Saved data entries
══════
//! What our terms look like under a set of conventions.
//!
//! What enters the computation (state, gravity, rotor inertia, axes) is changed before it; what concerns the way
//! results are written is applied after it: point and axes of momentum, axes of rows, angular before linear, order of joints.

use std::sync::Arc;

use nalgebra::{DMatrix, DVector, Vector6};

use super::assumption::{Assumption, QuaternionMistake};
use super::{Given, table};
use crate::model::Model;
use crate::problem::question::DynamicsQuestion;
use crate::reference;
use crate::reference::answer::{DynamicsReport, FrameReport};
use crate::spatial::{Mat3, Vec3, quaternion_of, rotation_from_quaternion, stack};

/// Terms as somebody sees them.
#[derive(Debug, Clone)]
pub struct Terms {
    /// Mass matrix.
    pub mass_matrix: Option<DMatrix<f64>>,
    /// Bias.
    pub bias: Option<DVector<f64>>,
    /// Momentum.
    pub momentum: Option<Vector6<f64>>,
    /// Jacobian and `J_dot nu` of every frame of the report.
    pub frames: Vec<FrameTerms>,
}

/// Jacobian and `J_dot nu` of one frame.
pub type FrameTerms = (Option<DMatrix<f64>>, Option<Vector6<f64>>);

/// About which point angular momentum is taken.
#[derive(Debug, Clone, Copy, PartialEq)]
enum About {
    CenterOfMass,
    Base,
    Origin,
}

/// A question, and how its results are written.
#[derive(Debug, Clone)]
pub struct Scenario {
    question: DynamicsQuestion,
    friction: bool,
    negated: bool,
    at_rest: bool,
    columns: bool,
    rows: bool,
    frame_axes: bool,
    spatial: bool,
    about: About,
    momentum_in_base: bool,
    order: Option<Vec<usize>>,
}

impl Scenario {
    /// The question as we take it.
    pub fn new(question: &DynamicsQuestion) -> Self {
        Scenario {
            question: question.clone(),
            friction: false,
            negated: false,
            at_rest: false,
            columns: false,
            rows: false,
            frame_axes: false,
            spatial: false,
            about: About::CenterOfMass,
            momentum_in_base: false,
            order: None,
        }
    }

    /// The same under one more convention.
    pub fn with(&self, assumption: &Assumption) -> Scenario {
        let mut new = self.clone();
        match assumption {
            Assumption::VelocityAxes(axes) => new.question.velocity_axes = *axes,
            Assumption::VelocityReadIn(axes) => {
                let rotation = self.question.state.base_pose.rotation;
                let numbers = self.question.velocity_axes.twist_from_world(&rotation, &self.question.state.base_twist);
                new.question.state.base_twist = axes.twist_to_world(&rotation, &numbers);
                new.question.velocity_axes = *axes;
            }
            Assumption::Quaternion(mistake) => new.turn(*mistake),
            Assumption::Gravity(factor) => new.question.gravity *= *factor,
            Assumption::NoRotorInertia => {
                let mut model = Model::clone(&self.question.model);
                model.joints.iter_mut().for_each(|joint| joint.rotor_inertia = 0.0);
                new.question.model = Arc::new(model);
            }
            Assumption::FrictionInBias => new.friction = true,
            Assumption::BiasNegated => new.negated = true,
            Assumption::BiasAtRest => new.at_rest = true,
            Assumption::AngularFirst { columns, rows } => (new.columns, new.rows) = (*columns, *rows),
            Assumption::FrameAxes => new.frame_axes = true,
            Assumption::SpatialAcceleration => new.spatial = true,
            Assumption::MomentumAboutBase => new.about = About::Base,
            Assumption::MomentumAboutOrigin => new.about = About::Origin,
            Assumption::MomentumInBaseAxes => new.momentum_in_base = true,
            Assumption::JointOrder { order, .. } => new.order = Some(order.clone()),
            Assumption::StateInOrder { order, .. } => {
                let state = &self.question.state;
                for (i, j) in order.iter().enumerate() {
                    new.question.state.position[*j] = state.position[i];
                    new.question.state.velocity[*j] = state.velocity[i];
                }
                new.order = Some(order.clone());
            }
        }
        new
    }

    /// Takes the quaternion's numbers otherwise. The numbers of the base velocity stay what they are in the user's axes.
    fn turn(&mut self, mistake: QuaternionMistake) {
        let state = &mut self.question.state;
        let numbers = self.question.velocity_axes.twist_from_world(&state.base_pose.rotation, &state.base_twist);
        let [x, y, z, w] = quaternion_of(&state.base_pose.rotation);
        state.base_pose.rotation = rotation_from_quaternion(&match mistake {
            QuaternionMistake::ReadScalarFirst => [y, z, w, x],
            QuaternionMistake::ReadScalarLast => [w, x, y, z],
            QuaternionMistake::Inverse => [-x, -y, -z, w],
        });
        state.base_twist = self.question.velocity_axes.twist_to_world(&state.base_pose.rotation, &numbers);
    }

    /// The terms.
    pub fn terms(&self) -> Terms {
        let report = reference::dynamics(&self.question);
        let mut terms = Terms {
            mass_matrix: Some(dense(&report.mass_matrix)),
            bias: Some(self.bias(&report)),
            momentum: Some(self.momentum(&report)),
            frames: report.frames.iter().map(|frame| self.frame(frame)).collect(),
        };
        self.rearrange(&mut terms);
        terms
    }

    fn bias(&self, report: &DynamicsReport) -> DVector<f64> {
        let mut bias = DVector::from_vec(report.bias.clone());
        if self.at_rest {
            let mut still = self.question.clone();
            still.state.base_twist = crate::spatial::Twist::zero();
            still.state.velocity.iter_mut().for_each(|speed| *speed = 0.0);
            bias = DVector::from_vec(reference::dynamics(&still).bias);
        }
        if self.friction {
            bias += DVector::from_vec(report.friction.clone());
        }
        if self.negated { -bias } else { bias }
    }

    fn momentum(&self, report: &DynamicsReport) -> Vector6<f64> {
        let [linear, angular] = report.momentum;
        let pose = &self.question.state.base_pose;
        let arm = match self.about {
            About::CenterOfMass => Vec3::zeros(),
            About::Base => report.center_of_mass - pose.translation,
            About::Origin => report.center_of_mass,
        };
        let turn = if self.momentum_in_base { pose.rotation.transpose() } else { Mat3::identity() };
        stack(&(turn * linear), &(turn * (angular + arm.cross(&linear))))
    }

    fn frame(&self, frame: &FrameReport) -> FrameTerms {
        let mut jacobian = dense(&frame.jacobian);
        let [mut linear, mut angular] = frame.bias_acceleration;
        if self.spatial {
            linear -= frame.twist[1].cross(&frame.twist[0]);
        }
        if self.frame_axes {
            let turn = rotation_from_quaternion(&frame.orientation).transpose();
            for start in [0, 3] {
                let turned = turn * jacobian.rows(start, 3);
                jacobian.rows_mut(start, 3).copy_from(&turned);
            }
            linear = turn * linear;
            angular = turn * angular;
        }
        (Some(jacobian), Some(stack(&linear, &angular)))
    }

    /// Angular before linear, and the order of joints.
    fn rearrange(&self, terms: &mut Terms) {
        let model = &self.question.model;
        let offset = model.joint_offset();
        let mut columns: Vec<usize> = (0..model.velocities()).collect();
        if self.columns && offset == 6 {
            columns[..6].copy_from_slice(&[3, 4, 5, 0, 1, 2]);
        }
        if let Some(order) = &self.order {
            for (i, j) in order.iter().enumerate() {
                columns[offset + i] = offset + j;
            }
        }
        let rows: [usize; 6] = if self.rows { [3, 4, 5, 0, 1, 2] } else { [0, 1, 2, 3, 4, 5] };
        let six = |v: &Vector6<f64>| Vector6::from_fn(|i, _| v[rows[i]]);
        terms.mass_matrix = terms.mass_matrix.as_ref().map(|m| m.select_rows(&columns).select_columns(&columns));
        terms.bias = terms.bias.as_ref().map(|h| h.select_rows(&columns));
        terms.momentum = terms.momentum.as_ref().map(six);
        for (jacobian, bias) in &mut terms.frames {
            *jacobian = jacobian.as_ref().map(|j| j.select_rows(&rows).select_columns(&columns));
            *bias = bias.as_ref().map(six);
        }
    }
}

/// Largest relative difference between two sets of our terms, over what was given.
pub fn difference(question: &DynamicsQuestion, given: &Given, ours: &Terms, others: &Terms) -> f64 {
    let posed = Given {
        mass_matrix: given.mass_matrix.as_ref().and(others.mass_matrix.clone()),
        bias: given.bias.as_ref().and(others.bias.clone()),
        momentum: given.momentum.as_ref().and(others.momentum),
        frames: given
            .frames
            .iter()
            .map(|frame| {
                let (jacobian, bias) = others.frames.get(frame.index).cloned().unwrap_or_default();
                super::GivenFrame {
                    index: frame.index,
                    jacobian: frame.jacobian.as_ref().and(jacobian),
                    bias_acceleration: frame.bias_acceleration.as_ref().and(bias),
                }
            })
            .collect(),
    };
    table::largest(&table::tables(question, &posed, ours))
}

fn dense(rows: &[Vec<f64>]) -> DMatrix<f64> {
    let columns = rows.first().map_or(0, Vec::len);
    DMatrix::from_fn(rows.len(), columns, |i, j| rows[i][j])
}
══════
> **Exercise**: Identify the lines above that contain the word "reference", then copy them.

> **Output**:
use crate::reference;
use crate::reference::answer::{DynamicsReport, FrameReport};
        let report = reference::dynamics(&self.question);
            bias = DVector::from_vec(reference::dynamics(&still).bias);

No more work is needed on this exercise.